Our sense of self-preservation is programmed into us by the Lord.  It keeps us alive.  It’s a good thing.

But like anything, sin mars it.  Our self-preservation tempts us to not live as faithfully for Jesus as we should.  After all, we might be mocked, ridiculed, or disowned.  But what, exactly, does Jesus expect us to do?

Jesus’ last meal with His disciples before His crucifixion was filled with confusion, sadness, doubt, and emerging faith.  Jesus is about to go through the most challenging part of His mission from Heaven to Earth.  And while He has taught the disciples so much, their sadness remained in the room.  They understood that He was going away, but they didn’t know why—even though He told them.

He prays there at the table (starting in John 17), and this is not the prayer in the Garden of Gethsemane but a different, intimate prayer the disciples would have heard.  We continue this prayer of Jesus in John 17:13-19

 “I am coming to you now, but I say these things while I am still in the world, so that they may have the full measure of my joy within them.
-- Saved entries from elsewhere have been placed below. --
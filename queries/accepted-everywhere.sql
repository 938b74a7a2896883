-- about: Projects accepted (present worth >= 0) in every scenario of a run, best base-case worth first.
-- param: run = latest  (run id; "latest" = the newest finished run)
SELECT s.project_id, p.name, p.group_name, s.pw_min, s.pw_base, s.pw_max, s.rank_base
FROM project_summary s JOIN run_project_names p ON p.run_id = $run AND p.project_id = s.project_id
WHERE s.run_id = $run AND s.accept_share = 1.0
ORDER BY s.pw_base DESC, s.project_id
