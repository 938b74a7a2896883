-- about: How far each scenario's ranking of the projects departs from the base scenario's (least alike first). discount_rate is the nominal rate, real_rate the real one; discount_basis is the basis of the run's discount axis.
-- param: run = latest  (run id; "latest" = the newest finished run)
-- param: limit = 20  (how many scenarios to list)
SELECT sc.scenario_id, sc.discount_rate, sc.inflation, r.spearman_rho, r.kendall_tau,
       r.spearman_rho_pi, r.kendall_tau_pi, sc.real_rate, ru.discount_basis
FROM scenario_ranks r JOIN scenarios sc USING (run_id, scenario_id) JOIN runs ru ON ru.run_id = r.run_id
WHERE r.run_id = $run
ORDER BY r.spearman_rho NULLS LAST, sc.scenario_id
LIMIT $limit
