-- about: Every run in the database with its status, size and timing.
SELECT run_id, status, started_at, finished_at, project_count, scenario_count, discount_basis, timing,
       after_tax, chunks_done, chunk_count, message
FROM runs ORDER BY started_at DESC
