// The panel bundle in headless Chromium: the standalone report (Report embedded in the page)
// and the editor panel (acquireVsCodeApi stubbed, messages posted by hand). Fixture Reports
// are invented UI data (test/fixtures/report-*.json); the expected strings below are the
// fixture's numbers written out by hand with the panel's rounding (about three significant
// digits, shares as percentages — common practice, no source).
import assert from 'node:assert/strict';
import { copyFileSync, mkdirSync, mkdtempSync, readFileSync, rmSync, writeFileSync } from 'node:fs';
import { tmpdir } from 'node:os';
import { join } from 'node:path';
import { pathToFileURL } from 'node:url';
import { build } from 'esbuild';
import { chromium, type Browser, type Page } from 'playwright-core';
import { panelHtml } from '../extension/src/html/panel-html';
import { loadWebviewAssets, renderStandaloneReport, type WebviewAssets } from '../extension/src/html/standalone-report';
import type { Measures, Report, TermRow } from '../extension/src/protocol';

// Globals of the page, used only inside evaluate callbacks (they run in Chromium, not in Node).
declare const document: {
  querySelectorAll(s: string): { length: number };
  querySelector(s: string): unknown;
  body: { classList: { add(c: string): void } };
  documentElement: { style: { setProperty(k: string, v: string): void } };
  createRange(): { selectNodeContents(n: unknown): void; getBoundingClientRect(): { right: number } };
};
declare const window: { postMessage(m: unknown, origin: string): void; scrollTo(x: number, y: number): void } & Record<string, unknown>;
declare function getComputedStyle(e: unknown): { backgroundColor: string; overflowX: string };
type InputLike = { checked: boolean; disabled: boolean; closest(s: string): { getAttribute(a: string): string | null } | null };

const root = join(__dirname, '..');
const shots = join(root, 'test', 'e2e', 'screenshots');
// Screenshots cost seconds on a busy machine; take them when asked (LOUDWORD_SCREENSHOTS=1).
const wantShots = process.env.LOUDWORD_SCREENSHOTS === '1';
async function shot(page: Page, name: string, fullPage = true): Promise<void> {
  if (wantShots) await page.screenshot({ path: join(shots, name), fullPage });
}
const fixture = (name: string): Report => JSON.parse(readFileSync(join(__dirname, 'fixtures', name), 'utf8')) as Report;

// VS Code "Dark Modern" theme colours, for screenshots that look like the editor (from memory).
const vscodeDark: Record<string, string> = {
  '--vscode-font-family': 'system-ui, "Ubuntu", "Droid Sans", sans-serif',
  '--vscode-font-size': '13px',
  '--vscode-editor-font-family': '"Droid Sans Mono", "monospace", monospace',
  '--vscode-foreground': '#cccccc',
  '--vscode-editor-background': '#1f1f1f',
  '--vscode-descriptionForeground': '#9d9d9d',
  '--vscode-panel-border': '#2b2b2b',
  '--vscode-editorWidget-background': '#202020',
  '--vscode-list-hoverBackground': '#2a2d2e',
  '--vscode-focusBorder': '#0078d4',
  '--vscode-input-background': '#313131',
  '--vscode-input-foreground': '#cccccc',
  '--vscode-input-border': '#3c3c3c',
  '--vscode-button-background': '#0078d4',
  '--vscode-button-foreground': '#ffffff',
  '--vscode-button-hoverBackground': '#026ec1',
  '--vscode-button-secondaryBackground': '#313131',
  '--vscode-button-secondaryForeground': '#cccccc',
  '--vscode-charts-blue': '#3794ff',
  '--vscode-charts-orange': '#d18616',
  '--vscode-charts-red': '#f14c4c',
  '--vscode-charts-green': '#89d185',
  '--vscode-charts-purple': '#b180d7',
  '--vscode-errorForeground': '#f85149',
  '--vscode-editorWarning-foreground': '#cca700',
};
I have given them your word and the world has hated them, for they are not of the world any more than I am of the world. My prayer is not that you take them out of the world but that you protect them from the evil one.  They are not of the world, even as I am not of it. Sanctify them by the truth; your word is truth. As you sent me into the world, I have sent them into the world. For them I sanctify myself, that they too may be truly sanctified.

John 17:13-19
New International Version

As disciples of Jesus, we don’t belong to this world.  We are not a part of this world any more than Jesus was.  This world really isn’t our home; Heaven is our home.  Yet, we must notice: we are still in the world, and our only goal here is not just survival.
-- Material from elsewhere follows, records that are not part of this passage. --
import type { WinkMethods } from 'wink-nlp';
import { ABSENT, ChunkTable, FNV_OFFSET, FNV_PRIME, hashOf } from './chunk-table';
import { deferredLexemesOf, isWordLetter, replay, wordClassKnown } from './deferred-lexemes';
import type { IdList } from './id-list';
import { cutRun, MAX_RUN } from './long-runs';
import { lowercaseForms } from './lowercase-forms';
import { Vocabulary, type TermCoder } from './term-coder';
import { winkLexemeFilter } from './wink-instance';
import { WINK_SPLITTER_SOURCE } from './wink-splitter';
import { peekCoreModel } from './wink-core-model';

/** Table values below ABSENT (≥ 0 is the chunk's one term id). */
const DROPPED = -2; // one token, dropped by the settings
const REDO = -3; // a conditional entry that no longer holds: send the chunk to wink again
const MULTI = -4; // MULTI - k: the ids of multis' list k
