/**
 * The values of ranks r1 and r2 (0 = smallest) among a[0..n), into out[0] and out[1]; `a` is
 * not reordered. Each value is counted in one of `buckets.length` equal ranges between the
 * least and the greatest value; the bucket a value falls in never decreases as the value grows
 * (a difference, a product by a positive constant and a floor each keep the order), so rank r
 * lies in the bucket where the running count passes r, and only that bucket's values are
 * selected among. Two quickselects over the gathered radius values cost more than the rest of
 * a row's radius slack (their comparisons are a coin toss for the branch predictor); the counts
 * and the gather are mostly predictable. Values equal to the same bits as selectRank's.
 */
export function twoRanks(a: Float64Array, n: number, r1: number, r2: number, buckets: Int32Array, scratch: Float64Array, out: Float64Array): void {
  if (!countInRanges(a, n, buckets)) {
    out[0] = out[1] = RANGES[0]!;
    return;
  }
  const lo = RANGES[0]!;
  const perUnit = RANGES[1]!;
  const last = buckets.length - 1;
  // The bucket holding each rank and how many values lie in the buckets below it.
  let b1 = 0;
  let below1 = 0;
  while (below1 + buckets[b1]! <= r1) below1 += buckets[b1++]!;
  let b2 = 0;
  let below2 = 0;
  while (below2 + buckets[b2]! <= r2) below2 += buckets[b2++]!;
  let n1 = 0;
  let n2 = n; // the second bucket's values are gathered from the end of the scratch
  for (let t = 0; t < n; t++) {
    const x = a[t]!;
    const raw = Math.floor((x - lo) * perUnit);
    const b = raw < last ? raw : last;
    if (b === b1) scratch[n1++] = x;
    if (b === b2 && b2 !== b1) scratch[--n2] = x;
  }
  out[0] = selectRank(scratch, 0, n1 - 1, r1 - below1);
  out[1] = b2 === b1 ? selectRank(scratch, 0, n1 - 1, r2 - below1) : selectRank(scratch, n2, n - 1, n2 + r2 - below2);
}

/** countInRanges' answer: the least value, the ranges per unit, the greatest value. */
const RANGES = new Float64Array(3);

/**
 * Counts each of a[0..n) in one of `buckets.length` equal ranges between the least and the
 * greatest value (the greatest in the last range), for twoRanks and bucketBound; RANGES gets the
 * least value, the ranges per unit and the greatest value. False, with nothing counted, when the
 * values are all equal (RANGES[0] their value).
 */
function countInRanges(a: Float64Array, n: number, buckets: Int32Array): boolean {
  let lo = Infinity;
  let hi = -Infinity;
  for (let t = 0; t < n; t++) {
    const x = a[t]!;
    if (x < lo) lo = x;
    if (x > hi) hi = x;
  }
  RANGES[0] = lo;
  RANGES[2] = hi;
  if (!(hi > lo)) return false;
  const last = buckets.length - 1;
  const perUnit = buckets.length / (hi - lo);
  RANGES[1] = perUnit;
  buckets.fill(0);
  for (let t = 0; t < n; t++) {
    const b = Math.floor((a[t]! - lo) * perUnit);
    buckets[b < last ? b : last]++;
  }
  return true;
}

/** Every how many entries radiusBound reads a row. */
const RADIUS_PROBE_STRIDE = 8;

/**
 * A squared distance below which about 1.5·far of row i's `others` distances lie, read from every
 * RADIUS_PROBE_STRIDE-th entry (Infinity when the row is too short to tell): its quantile is
 * 1.5 times far/others plus a few entries, so falling short of `far` (one more pass) is rare: at
 * m = 2,000 and k = 10 the 10k-th distance falls past the probe's rank 23 only when ~3.2 standard
 * deviations more of the 250 probe values than expected lie below it (none of 12,000 rows of
 * three what-if states; ~200 distances kept aside per row against ~255 at twice, which was 2.5 ms
 * slower per sweep). Any bound gives the same radius slack (the values under it are the row's
 * smallest, so their ranks are the row's; too few and the row is gathered again): the bound only
 * sets the work.
 */
function radiusBound(gram: Float64Array, i: number, m: number, valid: Uint8Array, rowScale: Float64Array, norms: Float64Array, far: number, others: number, probe: Float64Array, buckets: Int32Array): number {
  const base = i * m;
  const si = rowScale[i]!;
  const ni = norms[i]!;
  let n = 0;
  for (let j = 0; j < m; j += RADIUS_PROBE_STRIDE) {
    if (j === i || !valid[j]) continue;
    probe[n++] = ni + norms[j]! - 2 * (gram[base + j]! * si * rowScale[j]!);
  }
  const rank = Math.ceil((1.5 * far * n) / Math.max(1, others)) + 4;
  return rank >= n - 1 ? Infinity : bucketBound(probe, n, rank, buckets);
}

/**
 * A value at least the rank-th smallest of a[0..n) (0 = smallest): the top of the range, of
 * `buckets.length` equal ranges between the least and the greatest value, where the running
 * count passes `rank` (twoRanks' counts, without its selection). A quickselect here cost ~3 ms
 * more per what-if sweep at m = 2,000 (its comparisons are a coin toss for the branch
 * predictor), for a bound that only needs to be about right.
 */
function bucketBound(a: Float64Array, n: number, rank: number, buckets: Int32Array): number {
  if (!countInRanges(a, n, buckets)) return RANGES[2]!;
  const lo = RANGES[0]!;
  const perUnit = RANGES[1]!;
  const hi = RANGES[2]!;
  const last = buckets.length - 1;
  let b = 0;
  let below = buckets[0]!;
  while (below <= rank) below += buckets[++b]!;
  // Rounding may put a value just past its range's computed top: the next range's top is safe.
  return b + 1 >= last ? hi : lo + (b + 2) / perUnit;
}

/** Every distance of row i to the other valid rows into `out`; returns the count. */
function gatherDistances(gram: Float64Array, i: number, m: number, valid: Uint8Array, rowScale: Float64Array, norms: Float64Array, out: Float64Array): number {
  const base = i * m;
  const si = rowScale[i]!;
  const ni = norms[i]!;
  let n = 0;
  for (let j = 0; j < m; j++) {
    if (j === i || !valid[j]) continue;
    const nj = norms[j]!;
    const sq = ni + nj - 2 * (gram[base + j]! * si * rowScale[j]!);
    out[n++] = sq > SAME_POINT * (ni + nj) ? Math.sqrt(sq) : 0;
  }
  return n;
}

/** Mean distance of row i to the other valid rows (NaN when it has none): the iid pair sums' shift. */
function firstRowMeanDistance(gram: Float64Array, i: number, m: number, valid: Uint8Array, rowScale: Float64Array, norms: Float64Array): number {
  const scratch = new Float64Array(m);
  const n = gatherDistances(gram, i, m, valid, rowScale, norms, scratch);
  let sum = 0;
  for (let g = 0; g < n; g++) sum += scratch[g]!;
  return n > 0 ? sum / n : NaN;
}

/** sd/mean of values given as n deviations e from `shift`: mean = shift + Σe/n, var = Σe²/n − (Σe/n)². */
function shiftedCv(sumE: number, sumE2: number, n: number, shift: number): number | null {
  if (n < 2) return null;
  const meanE = sumE / n;
  const mean = shift + meanE;
  if (!(mean > 0)) return null;
  const variance = Math.max(0, sumE2 / n - meanE * meanE);
  return Math.sqrt(variance) / mean;
}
Of all the things Jesus could have prayed, He specifically did NOT pray for us to be removed (like He was about to be) but that we would be protected.  Verse 15 teaches Jesus’ desire was for our protection “from the evil one,” not escape from this world.

Yes, it’s easy to focus on Heaven and our home and getting out of here, but dear one in Jesus—please read this carefully—while you draw breath on this planet, you are here for a reason, and that reason is not to get out.  Instead, Jesus calls on His Father to sanctify us “by the truth; your word is truth” (verse 17).  
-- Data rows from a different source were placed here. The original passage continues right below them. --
//! Levenberg–Marquardt on the normal equations (\[2\], \[3\] §15.5) and the covariance of the
//! result (\[3\] §15.6), with a sandwich form for deliberately down-weighted points.

use super::model::{Data, Model, Params, NPMAX};
use super::noise::{expected_ln_power, weights, Noise};
use crate::error::{Error, Result};
use nalgebra::{DMatrix, DVector};
use std::f64::consts::LN_10;

/// One weighted least-squares problem: the data, the model, which θ are free, and the
/// weights (0 masks a point).
pub(super) struct Problem<'a> {
    pub data: &'a Data,
    pub model: &'a Model,
    /// Free θ indices.
    pub idx: Vec<usize>,
    pub wt: Vec<f64>,
    pub kappa: Vec<f64>,
    pub pn: f64,
}

/// Sums over the residuals at one parameter point (matrices over the free θ, in `idx` order).
struct Sums {
    /// Σr² (weighted).
    cost: f64,
    /// JᵀJ.
    a: DMatrix<f64>,
    /// Jᵀr.
    g: DVector<f64>,
    /// Σκ·JᵀJ (the middle of the sandwich covariance).
    b: DMatrix<f64>,
    /// Σr²/κ over points with κ > 0 (χ² under the estimated noise).
    chi2: f64,
    /// Residuals used.
    count: usize,
}

/// The solution of one problem.
pub(super) struct LmOut {
    pub params: Params,
    /// Number of residuals used (complex points count twice).
    pub residuals: usize,
    /// Free θ indices (order of `cov_unscaled`).
    pub idx: Vec<usize>,
    /// Covariance of the free θ before the noise scale: (JᵀJ)⁻¹·(ΣκJᵀJ)·(JᵀJ)⁻¹.
    pub cov_unscaled: DMatrix<f64>,
    /// χ² under the estimated noise (residuals divided by √κ).
    pub chi2: f64,
    pub converged: bool,
    pub iterations: usize,
}

impl LmOut {
    /// Covariance of θ slots `k` and `l` (zero when either is held), scaled by
    /// s² = χ²/(n − p).
    pub fn cov(&self, k: usize, l: usize) -> f64 {
        let dof = self.residuals.saturating_sub(self.idx.len()).max(1);
        let s2 = self.chi2 / dof as f64;
        let pos = |k: usize| self.idx.iter().position(|&x| x == k);
        match (pos(k), pos(l)) {
            (Some(r), Some(c)) => s2 * self.cov_unscaled[(r, c)],
            _ => 0.0,
        }
    }

    /// One-sigma uncertainty of θ slot `k` (zero when held).
    pub fn sd(&self, k: usize) -> f64 {
        self.cov(k, k).max(0.0).sqrt()
    }
}

impl Problem<'_> {
    /// Set up the problem with weights from the noise model at `p`.
    pub fn new<'a>(
        data: &'a Data,
        model: &'a Model,
        free: &[bool; NPMAX],
        p: &Params,
        noise: &Noise,
        mask: &[bool],
    ) -> Problem<'a> {
        let (wt, kappa) = weights(data, model, p, noise, mask);
        Problem {
            data,
            model,
            idx: (0..model.np()).filter(|&k| free[k]).collect(),
            wt,
            kappa,
            pn: noise.pn,
        }
    }

    /// Cost Σr² alone.
    fn cost(&self, p: &Params) -> f64 {
        let d = self.data;
        let q = self.model.pre(p);
        let mut cost = 0.0;
        for i in 0..d.n() {
            let wt = self.wt[i];
            if wt == 0.0 {
                continue;
            }
            let s = self.model.value(&q, d.w[i], d.u[i]);
            if d.complex {
                cost += ((d.s[i] - s) * wt).norm_sqr();
            } else {
                let (lnp, _) = expected_ln_power(s.norm_sqr(), self.pn);
                cost += ((d.db[i] - 10.0 / LN_10 * lnp) * wt).powi(2);
            }
        }
        cost
    }

    /// Cost Σr², JᵀJ, Jᵀr and the covariance sums.
    fn accumulate(&self, p: &Params) -> Sums {
        let m = self.idx.len();
        let mut cost = 0.0;
        let mut a = vec![0.0; m * m];
        let mut b = vec![0.0; m * m];
        let mut g = vec![0.0; m];
        let mut chi2 = 0.0;
        let mut count = 0;
        let d = self.data;
        let q = self.model.pre(p);
        let mut row = vec![0.0; m];
        let mut add = |r: f64, row: &[f64], kappa: f64| {
            cost += r * r;
            if kappa > 0.0 {
                chi2 += r * r / kappa;
            }
            for k in 0..m {
                g[k] += row[k] * r;
                for l in k..m {
                    let x = row[k] * row[l];
                    a[k * m + l] += x;
                    b[k * m + l] += kappa * x;
                }
            }
        };
        for i in 0..d.n() {
            let wt = self.wt[i];
            if wt == 0.0 {
                continue;
            }
            let kappa = self.kappa[i];
            let (s, ds) = self.model.eval_pre(&q, d.w[i], d.u[i]);
            if d.complex {
                let e = (d.s[i] - s) * wt;
                for (r, &k) in self.idx.iter().enumerate() {
                    row[r] = ds[k].re * wt;
                }
                add(e.re, &row, kappa);
                for (r, &k) in self.idx.iter().enumerate() {
                    row[r] = ds[k].im * wt;
                }
                add(e.im, &row, kappa);
                count += 2;
            } else {
                let (lnp, dlnp) = expected_ln_power(s.norm_sqr(), self.pn);
                let r = (d.db[i] - 10.0 / LN_10 * lnp) * wt;
                let c = 10.0 / LN_10 * 2.0 * dlnp * wt;
                for (r_, &k) in self.idx.iter().enumerate() {
                    row[r_] = c * (s.conj() * ds[k]).re;
                }
                add(r, &row, kappa);
                count += 1;
            }
        }
        let mut am = DMatrix::zeros(m, m);
        let mut bm = DMatrix::zeros(m, m);
        for k in 0..m {
            for l in k..m {
                am[(k, l)] = a[k * m + l];
                am[(l, k)] = a[k * m + l];
                bm[(k, l)] = b[k * m + l];
                bm[(l, k)] = b[k * m + l];
            }
        }
        Sums {
            cost,
            a: am,
            g: DVector::from_vec(g),
            b: bm,
            chi2,
            count,
        }
    }
}

/// Minimize the weighted cost from `p0`.
///
/// # Errors
/// Fewer residuals than free parameters.
pub(super) fn levenberg_marquardt(pr: &Problem, p0: Params) -> Result<LmOut> {
    let m = pr.idx.len();
    let mut theta = pr.model.theta(&p0);
    let mut p = p0;
    let mut sums = pr.accumulate(&p);
    let count = sums.count;
    if count <= m {
        return Err(Error::invalid(
            "trace points used",
            count,
            &format!("more than the {m} fitted parameters"),
        ));
    }
    // A step is negligible when it changes the model by less than 1 % of the parameter
    // uncertainty: δᵀ(JᵀJ)δ < 1e-4·s², s² = cost/(n − p).
    let negligible = |cost: f64| 1e-4 * cost / (count - m) as f64;
    let mut lambda = 1e-3;
    let mut converged = false;
    let mut iterations = 0;
    while iterations < 200 && !converged {
        iterations += 1;
        let mut accepted = false;
        for _ in 0..30 {
            let dmax = (0..m).map(|k| sums.a[(k, k)]).fold(0.0, f64::max);
            let mut mat = sums.a.clone();
            for k in 0..m {
                mat[(k, k)] += lambda * sums.a[(k, k)].max(1e-12 * dmax);
            }
            let Some(step) = mat.cholesky().map(|c| c.solve(&sums.g)) else {
                lambda *= 10.0;
                continue;
            };
            // δᵀ(JᵀJ)δ of this step, without the damping.
            let quad = step.dot(&(&sums.a * &step));
            let mut t2 = theta;
            for (r, &k) in pr.idx.iter().enumerate() {
                t2[k] += step[r];
            }
            let p2 = pr.model.params(&t2);
            if !pr.model.plausible(&p2) {
                lambda *= 10.0;
                continue;
            }
            let c2 = pr.cost(&p2);
            if c2.is_finite() && c2 <= sums.cost {
                theta = t2;
                p = p2;
                sums = pr.accumulate(&p);
                lambda = (lambda / 3.0).max(1e-12);
                accepted = true;
                converged = quad < negligible(sums.cost);
                break;
            }
            if quad < negligible(sums.cost) {
                // Even the rejected step is negligible: at the minimum to working precision.
                converged = true;
                break;
            }
            lambda *= 4.0;
        }
        if !accepted && !converged {
            break;
        }
    }
    let cov_unscaled = match sums.a.clone().cholesky().map(|c| c.inverse()) {
        Some(inv) => &inv * &sums.b * &inv,
        None => DMatrix::from_element(m, m, f64::INFINITY),
    };
    Ok(LmOut {
        params: p,
        residuals: count,
        idx: pr.idx.clone(),
        cov_unscaled,
        chi2: sums.chi2,
        converged,
        iterations,
    })
}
What does it mean to be “sanctified by the truth?”  This is yet another example of why understanding the Old Testament is needed to understand the New Testament fully.  When an object (or person) was sanctified, it was set apart or reserved for the Lord’s use.  Whether it was a censer for an altar, a basin, or a person, it was “made holy” or “sanctified” for God’s purposes alone.   As followers of Jesus, we are reserved for the Lord’s use.

Make no mistake, this process of being made holy (or sanctified) is not for our purpose alone.  It is for the mission of the Father: spreading the Gospel and then discipling the redeemed.  There is a constant “outward trajectory” to our faith.  We’re not in a bubble, nor are we supposed to be.

Not only are we not in a bubble, but we are also intentionally sent into the world (verse 18).  Disciples of Jesus are sent into the same foxholes Jesus went to.  We are in the same battle for the souls of people.  Our role isn’t condemnation but introducing people to salvation in Jesus (see John 3:16-18).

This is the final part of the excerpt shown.